[Stored data]

____

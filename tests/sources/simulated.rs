//! An instrument that is none: a server that speaks as IEEE 488.2 says, and makes mistakes when told.

use std::collections::VecDeque;
use std::io::{BufRead, BufReader, Write};
use std::net::{TcpListener, TcpStream};
use std::sync::atomic::{AtomicBool, Ordering};
use std::sync::{Arc, Mutex};
use std::thread;
use std::time::Duration;

/// Points of its sweep.
pub const POINTS: usize = 60;

/// What goes wrong at the next question of that kind.
#[derive(Debug, Clone)]
pub enum Fault {
    /// No answer.
    Silent,
    /// The connection ends before the answer.
    Close,
    /// The connection ends within the answer.
    CloseWithin,
    /// Half of the answer, and no more.
    Half,
    /// One byte now and then.
    Trickle,
    /// These bytes in place of the answer.
    Instead(Vec<u8>),
    /// These bytes after the answer.
    Then(Vec<u8>),
    /// The answer in pieces with pauses.
    Pieces,
}

/// What it shares with its threads.
#[derive(Default)]
struct Shared {
    faults: Mutex<VecDeque<(String, Fault)>>,
    heard: Mutex<Vec<String>>,
    errors: Mutex<VecDeque<String>>,
    ended: AtomicBool,
}

/// The server; it ends with the value.
pub struct Simulated {
    shared: Arc<Shared>,
    /// Where it listens.
    pub port: u16,
    thread: Option<thread::JoinHandle<()>>,
}

impl Simulated {
    pub fn new() -> Simulated {
        Simulated::at(0)
    }

    /// At a port that was used before, or, for 0, at any.
    pub fn at(port: u16) -> Simulated {
        let mut last = None;
        let listener = (0..100)
            .find_map(|_| match TcpListener::bind(("127.0.0.1", port)) {
                Ok(listener) => Some(listener),
                Err(error) => {
                    last = Some(error);
                    thread::sleep(Duration::from_millis(50));
                    None
                }
            })
            .unwrap_or_else(|| panic!("port {port}: {last:?}"));
        let port = listener.local_addr().expect("an address").port();
        listener.set_nonblocking(true).expect("set");
        let shared = Arc::new(Shared::default());
        let inner = Arc::clone(&shared);
        let thread = thread::spawn(move || {
            let mut connections = Vec::new();
            while !inner.ended.load(Ordering::SeqCst) {
                match listener.accept() {
                    Ok((stream, _)) => {
                        let shared = Arc::clone(&inner);
                        connections.push(thread::spawn(move || serve(&stream, &shared)));
                    }
                    Err(_) => thread::sleep(Duration::from_millis(5)),
                }
            }
            // It is off when every connection has ended.
            for connection in connections {
                connection.join().expect("a connection");
            }
        });
        Simulated {
            shared,
            port,
            thread: Some(thread),
        }
    }

    /// Something goes wrong at the next `query`.
    pub fn fault(&self, query: &str, fault: Fault) {
        let mut faults = self.shared.faults.lock().expect("the faults");
        faults.push_back((query.to_owned(), fault));
    }

    /// An error stands in the queue.
    pub fn error(&self, text: &str) {
        let mut errors = self.shared.errors.lock().expect("the errors");
        errors.push_back(text.to_owned());
    }

    /// What was sent to it since the last call.
    pub fn heard(&self) -> Vec<String> {
        std::mem::take(&mut *self.shared.heard.lock().expect("what it heard"))
    }
}

impl Drop for Simulated {
    fn drop(&mut self) {
        self.shared.ended.store(true, Ordering::SeqCst);
        if let Some(thread) = self.thread.take() {
            thread.join().expect("the listener");
        }
    }
}

fn serve(stream: &TcpStream, shared: &Shared) {
    // A question every 50 ms whether the test has ended.
    stream
        .set_read_timeout(Some(Duration::from_millis(50)))
        .expect("set");
    let mut lines = BufReader::new(stream);
    let mut line = String::new();
    while !shared.ended.load(Ordering::SeqCst) {
        match lines.read_line(&mut line) {
            Ok(0) => return,
            Ok(_) => {}
            Err(e)
                if matches!(
                    e.kind(),
                    std::io::ErrorKind::WouldBlock | std::io::ErrorKind::TimedOut
                ) =>
            {
                continue;
            }
            Err(_) => return,
        }
        let message = std::mem::take(&mut line).trim_end().to_owned();
        shared
            .heard
            .lock()
            .expect("what it heard")
            .push(message.clone());
        let Some(answer) = answer(&message, shared) else {
            continue;
        };
        let fault = {
            let mut faults = shared.faults.lock().expect("the faults");
            let matches = faults.front().is_some_and(|(query, _)| *query == message);
            if matches {
                faults.pop_front().map(|(_, fault)| fault)
            } else {
                None
            }
        };
        if !reply(stream, shared, &answer, fault) {
            let _ = stream.shutdown(std::net::Shutdown::Both);
            return;
        }
    }
}

/// False where the connection ends.
fn reply(mut stream: &TcpStream, shared: &Shared, answer: &[u8], fault: Option<Fault>) -> bool {
    let pause = || thread::sleep(Duration::from_millis(30));
    let half = &answer[..answer.len() / 2];
    match fault {
        None => stream.write_all(answer).is_ok(),
        Some(Fault::Silent) => true,
        Some(Fault::Close) => false,
        Some(Fault::CloseWithin) => {
            let _ = stream.write_all(half);
            false
        }
        Some(Fault::Half) => stream.write_all(half).is_ok(),
        Some(Fault::Trickle) => {
            for byte in answer {
                if shared.ended.load(Ordering::SeqCst) || stream.write_all(&[*byte]).is_err() {
                    return false;
                }
                pause();
            }
            true
        }
        Some(Fault::Instead(bytes)) => stream.write_all(&bytes).is_ok(),
        Some(Fault::Then(bytes)) => stream.write_all(&[answer, &bytes].concat()).is_ok(),
        Some(Fault::Pieces) => answer.chunks(answer.len() / 3 + 1).all(|piece| {
            pause();
            stream.write_all(piece).is_ok()
        }),
    }
}

/// Frequencies of its sweep, Hz; every one is a number of 32 bits.
pub fn frequencies() -> Vec<f64> {
    (0..POINTS).map(|i| 1000.0 * (i + 1) as f64).collect()
}

/// Resistance and reactance of its part at each of them, Ω; all of them numbers of 32 bits.
pub fn impedances() -> Vec<(f64, f64)> {
    let reactance = |f: f64| f64::from((-1.0 / (std::f64::consts::TAU * f * 100e-9)) as f32);
    let frequencies = frequencies();
    frequencies
        .iter()
        .map(|f| (0.03125, reactance(*f)))
        .collect()
}

fn answer(message: &str, shared: &Shared) -> Option<Vec<u8>> {
    let text = |values: &[f64]| {
        let words: Vec<String> = values.iter().map(|v| format!("{v:+E}")).collect();
        format!("{}\n", words.join(",")).into_bytes()
    };
    let block = |bytes: Vec<u8>| {
        let length = bytes.len().to_string();
        let mut all = format!("#{}{length}", length.len()).into_bytes();
        all.extend(bytes);
        all.push(b'\n');
        all
    };
    let turns: Vec<f64> = impedances().iter().flat_map(|(r, x)| [*r, *x]).collect();
    Some(match message {
        "*IDN?" => b"made up,no model,FA-0112,1\n".to_vec(),
        "*OPC?" => b"+1\n".to_vec(),
        "ERR?" => {
            let next = shared.errors.lock().expect("the errors").pop_front();
            format!("{}\n", next.unwrap_or_else(|| "+0,\"No error\"".to_owned())).into_bytes()
        }
        "F:ASC?" => text(&frequencies()),
        "F:HZ?" => {
            let words: Vec<String> = frequencies()
                .iter()
                .map(|f| format!("{} kHz", f / 1e3))
                .collect();
            format!("{}\n", words.join(", ")).into_bytes()
        }
        "Z:ASC?" => text(&turns),
        "F:R64L?" => block(frequencies().iter().flat_map(|v| v.to_le_bytes()).collect()),
        "Z:R32B?" => block(
            turns
                .iter()
                .flat_map(|v| (*v as f32).to_be_bytes())
                .collect(),
        ),
        "Z:R32L?" => block(
            turns
                .iter()
                .flat_map(|v| (*v as f32).to_le_bytes())
                .collect(),
        ),
        "Z:R64B?" => block(turns.iter().flat_map(|v| v.to_be_bytes()).collect()),
        "Z:R64L?" => block(turns.iter().flat_map(|v| v.to_le_bytes()).collect()),
        "Z:UNTIL?" => {
            let mut all = b"#0".to_vec();
            all.extend(turns.iter().flat_map(|v| v.to_be_bytes()));
            all.push(b'\n');
            all
        }
        // Resistance, a flag of no use, reactance.
        "Z:FLAG?" => {
            let words: Vec<String> = impedances()
                .iter()
                .map(|(r, x)| format!("{r},OK,{x}"))
                .collect();
            format!("{}\r\n", words.join(",")).into_bytes()
        }
        _ if message.ends_with('?') => return None,
        _ => return None,
    })
}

____

> [Your objective]:
The first line of the records begins the span, and the line containing "within the answer." ends it. Reproduce that span exactly, both ends included.

> [Solution for this task]:
filename tests/sources/simulated.rs
//! An instrument that is none: a server that speaks as IEEE 488.2 says, and makes mistakes when told.

use std::collections::VecDeque;
use std::io::{BufRead, BufReader, Write};
use std::net::{TcpListener, TcpStream};
use std::sync::atomic::{AtomicBool, Ordering};
use std::sync::{Arc, Mutex};
use std::thread;
use std::time::Duration;

/// Points of its sweep.
pub const POINTS: usize = 60;

/// What goes wrong at the next question of that kind.
#[derive(Debug, Clone)]
pub enum Fault {
    /// No answer.
    Silent,
    /// The connection ends before the answer.
    Close,
    /// The connection ends within the answer.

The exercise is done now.